Equity in clear over rule change to deal with racist members

Claims that a rule-change referendum breached Equity’s own regulations have been dismissed following an investigation.

The referendum was aimed at allowing Equity to tackle racist members.

The independent certification officer, who is responsible for ruling on alleged breaches of trade union rules, has dismissed two separate complaints from members Madhav Sharma and Dave Eager.

Equity’s referendum result-ed in the union amending its rules so the right of a member to express personal or political beliefs is removed where they have been found to have harassed or victimised others.

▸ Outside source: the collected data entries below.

/**
 * The shape of bench/results.json: every figure with its unit, every
 * compared pair as a ratio named `…_ratio` (ours ÷ the other, so below 1
 * means ours is faster), and for each target its bound and whether it is met.
 */

/** A measured value with its unit. */
export interface Figure {
  readonly value: number;
  readonly unit: string;
}

/** A bound a ratio or a figure must stay under. */
export interface Target {
  /** What is bounded: the name of a ratio or figure of the same section. */
  readonly of: string;
  /** Upper bound, in the unit of what is bounded (ratios are unitless). */
  readonly max: number;
  /** The target as the issue words it. */
  readonly text: string;
  readonly met: boolean;
}

/** One row of the printed and README table. */
export interface TableRow {
  readonly benchmark: string;
  readonly ours: string;
  readonly other: string;
  readonly ratio: string;
  readonly target: string;
  readonly met: string;
}

/** A section of results.json: figures, ratios and targets of one benchmark. */
export interface Section {
  readonly title: string;
  readonly description: string;
  readonly figures: Record<string, Figure | number | string | boolean | readonly unknown[] | Record<string, unknown>>;
  readonly targets: readonly Target[];
  readonly rows: readonly TableRow[];
}

/** Builds a target entry, checking the value against the bound. */
export function target(of: string, value: number, max: number, text: string): Target {
  return { of, max, text, met: value <= max };
}

/** A figure with its unit, rounded to 4 significant digits for reading. */
export function figure(value: number, unit: string): Figure {
  return { value: Number(value.toPrecision(4)), unit };
}

/** A ratio rounded to 3 significant digits. */
export function ratio(ours: number, other: number): number {
  return Number((ours / other).toPrecision(3));
}

/** Short human form of a figure for the table. */
export function show(value: number, unit: string): string {
  const digits = Math.abs(value) >= 100 ? value.toFixed(0) : value.toPrecision(3);
  return `${digits} ${unit}`;
}

/** Renders rows as a Markdown table. */
export function markdownTable(rows: readonly TableRow[]): string {
  const header = '| Benchmark | Ours | Compared with | Ratio (ours ÷ other) | Target | Met |\n| --- | --- | --- | --- | --- | --- |';
  const body = rows.map((r) => `| ${r.benchmark} | ${r.ours} | ${r.other} | ${r.ratio} | ${r.target} | ${r.met} |`);
  return [header, ...body].join('\n');
}

/** Renders rows as a fixed-width text table for the terminal. */
export function textTable(rows: readonly TableRow[]): string {
  const columns: (keyof TableRow)[] = ['benchmark', 'ours', 'other', 'ratio', 'target', 'met'];
  const headings: TableRow = { benchmark: 'Benchmark', ours: 'Ours', other: 'Compared with', ratio: 'Ratio', target: 'Target', met: 'Met' };
  const all = [headings, ...rows];
  const widths = columns.map((c) => Math.max(...all.map((r) => r[c].length)));
  const line = (r: TableRow) =>
    columns
      .map((c, i) => r[c].padEnd(widths[i]))
      .join('  ')
      .trimEnd();
  return [line(headings), widths.map((w) => '-'.repeat(w)).join('  '), ...rows.map(line)].join('\n');
}

/** "yes"/"no" for a met flag, "—" when there is no target. */
export function metText(t: Target | undefined): string {
  if (t === undefined) return '—';
  return t.met ? 'yes' : 'no';
}
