"use client";

import { useActionState } from "react";
import { joinClubFormAction } from "@/app/(public)/club/actions";
import { Button } from "@/components/ui/button";
import type { ActionFailure } from "@/server/action";

/** Join one plan: the server picks the price and sends the browser to the card processor's page. */
export function JoinPlanButton({ planCode, planName }: { planCode: string; planName: string }) {
  const [failure, formAction, pending] = useActionState<ActionFailure | null, FormData>(joinClubFormAction, null);
  return (
    <form action={formAction} className="flex flex-col gap-2">
      <input type="hidden" name="plan" value={planCode} />
      <Button type="submit" disabled={pending} data-testid={`join-${planCode}`}>
        {pending ? "Opening the payment page…" : `Join ${planName}`}
      </Button>
      {failure ? (
        <p className="rounded-md bg-rose-soft p-2 text-sm text-rose" role="alert">
          {failure.message}
        </p>
      ) : null}
    </form>
  );
}
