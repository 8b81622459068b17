import type { Metadata } from "next";
import { ApplyCalibrationButton } from "@/components/lab/queue-screens/apply-calibration";
import { CalibrationChart } from "@/components/lab/queue-screens/calibration-chart";
import { Card } from "@/components/ui/card";
import { getDb } from "@/db";
import { printerCalibration } from "@/db/queries/calibration";
import { listPrinters } from "@/db/queries/pricing";
import { hasRole } from "@/lib/roles";
import { MIN_CALIBRATION_RUNS } from "@/lib/schedule/calibration";
import { requirePageRole } from "@/server/guards";

export const metadata: Metadata = { title: "Calibration · Lab" };

const SETTLED = 0.005;

export default async function CalibrationPage() {
  const viewer = await requirePageRole("host", "/lab/calibration");
  const canApply = hasRole(viewer.role, "admin");
  const db = getDb();
  const printers = listPrinters(db).map((printer) => printerCalibration(db, printer));

  return (
    <div className="flex flex-col gap-6">
      <header className="flex flex-col gap-2">
        <h1 className="text-2xl font-bold">Calibration</h1>
        <p className="max-w-3xl text-muted">
          Each finished run compares the hours it was estimated at with the hours it took. A least-squares line through the origin
          (actual ≈ k × estimated) gives each printer&apos;s correction: its efficiency becomes the current one divided by k. At least{" "}
          {MIN_CALIBRATION_RUNS} runs are needed; one fit moves the estimates by at most a factor of two. Runs logged at an older efficiency are
          restated at the current one first, so applying a fit twice changes nothing. {canApply ? "" : "Only an admin applies a fit."}
        </p>
      </header>
      {printers.map(({ printer, points, fit }) => {
        const fitted = fit.r2 !== null || fit.runs >= MIN_CALIBRATION_RUNS;
        const settled = Math.abs(fit.efficiency - printer.efficiency) < SETTLED;
        return (
          <Card key={printer.id} className="flex flex-col gap-4" data-testid={`calibration-${printer.slug}`}>
            <div className="flex flex-wrap items-start justify-between gap-3">
              <div>
                <h2 className="text-lg font-semibold">{printer.name}</h2>
                <p className="text-sm text-muted">{printer.model}</p>
              </div>
              <dl className="grid grid-cols-2 gap-x-6 gap-y-1 text-sm sm:grid-cols-4">
                <Fact label="Runs" value={String(fit.runs)} />
                <Fact label="Fitted k" value={fitted ? fit.factor.toFixed(3) : "—"} />
                <Fact label="r²" value={fit.r2 === null ? "—" : fit.r2.toFixed(3)} />
                <Fact label="Efficiency" value={`${printer.efficiency.toFixed(3)}${fitted && !settled ? ` → ${fit.efficiency.toFixed(3)}` : ""}`} />
              </dl>
            </div>
            {points.length > 0 ? (
              <CalibrationChart title={printer.name} points={points} factor={fitted ? fit.factor : null} />
            ) : (
              <p className="text-sm text-muted">No finished runs logged on this printer yet.</p>
            )}
            {!fitted ? (
              <p className="text-sm text-muted">
                {fit.runs} of {MIN_CALIBRATION_RUNS} runs needed for a fit.
              </p>
            ) : settled ? (
              <p className="text-sm text-moss">The stored efficiency matches the fit.</p>
            ) : canApply ? (
              <ApplyCalibrationButton printerId={printer.id} printerName={printer.name} efficiency={fit.efficiency} disabled={false} />
            ) : (
              <p className="text-sm text-muted">An admin can apply efficiency {fit.efficiency.toFixed(3)}.</p>
            )}
          </Card>
        );
      })}
    </div>
  );
}

function Fact({ label, value }: { label: string; value: string }) {
  return (
    <div>
      <dt className="text-xs font-medium uppercase tracking-wide text-muted">{label}</dt>
      <dd className="font-mono">{value}</dd>
    </div>
  );
}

Sharma complained that the referendum’s booklet, submitted with the ballot papers, did not “contain statements for and against” the three new rules. However, certification officer David Cockburn said the union’s rules state Equity only has to provide arguments for and against the actual referendum question – which in this case was: “Do you approve of making changes to the Equity rules as set out on page 10 of this document?”.

Eager complained Equity had breached its rules by using its resources to campaign for one side of the argument – a “yes” vote – and by holding the referendum without discussing the three new rules, which he said is required under the union’s regulations.

Regarding his first complaint, Eager said it was “implied” in the union’s rules that resources should not be used to campaign for one side of an argument.

But Cockburn said: “The issue to which the complaint gives rise is a matter for the internal democratic processes of the union. It is not one which can be resolved by an application of the current rules of the union, expressed or implied.”

In the second part of his complaint, Eager highlighted an existing rule which states: “Any alteration by referendum shall not be effective unless the general subject matter of the alteration has been discussed within the period of two years prior to the holding of a referendum.”

He claimed that, although the union’s Annual Representative Conference in May 2010 had included discussion on an amendment to a rule about the personal and political beliefs of members, there had been no reference to the introduction of the three new rules which were part of the referendum.

Cockburn said, in his judgment, “the principle underlying” the new rules matched the amendment that was discussed in 2010, and therefore that the “general subject matter” had been discussed.